# [What is needed]
Copy the data exactly, line for line.

--- START ---

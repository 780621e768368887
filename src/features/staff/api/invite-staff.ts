import { useMutation, useQueryClient } from '@tanstack/react-query';
import { inviteStaffInput, staffMemberSchema, type InviteStaffInput, type StaffMember } from '@shared/schemas/auth';
import { api } from '@/lib/api-client';
import { staffKeys } from '@/lib/query-keys';

export { inviteStaffInput };

export function inviteStaff(input: InviteStaffInput): Promise<StaffMember> {
  return api.post('/organization/staff/invitations', { body: input, schema: staffMemberSchema });
}

export function useInviteStaff() {
  const queryClient = useQueryClient();
  return useMutation({
    mutationFn: inviteStaff,
    // Returned so the mutation stays pending until the list shows the new person.
    onSuccess: () => queryClient.invalidateQueries({ queryKey: staffKeys.all }),
  });
}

--- END ---

# [Response area]
repository 780621e768368887
filename src/features/staff/api/invite-staff.ts
import { useMutation, useQueryClient } from '@tanstack/react-query';
import { inviteStaffInput, staffMemberSchema, type InviteStaffInput, type StaffMember } from '@shared/schemas/auth';
import { api } from '@/lib/api-client';
import { staffKeys } from '@/lib/query-keys';

export { inviteStaffInput };

export function inviteStaff(input: InviteStaffInput): Promise<StaffMember> {
  return api.post('/organization/staff/invitations', { body: input, schema: staffMemberSchema });
}

export function useInviteStaff() {
  const queryClient = useQueryClient();
  return useMutation({
    mutationFn: inviteStaff,
    // Returned so the mutation stays pending until the list shows the new person.
    onSuccess: () => queryClient.invalidateQueries({ queryKey: staffKeys.all }),
  });
}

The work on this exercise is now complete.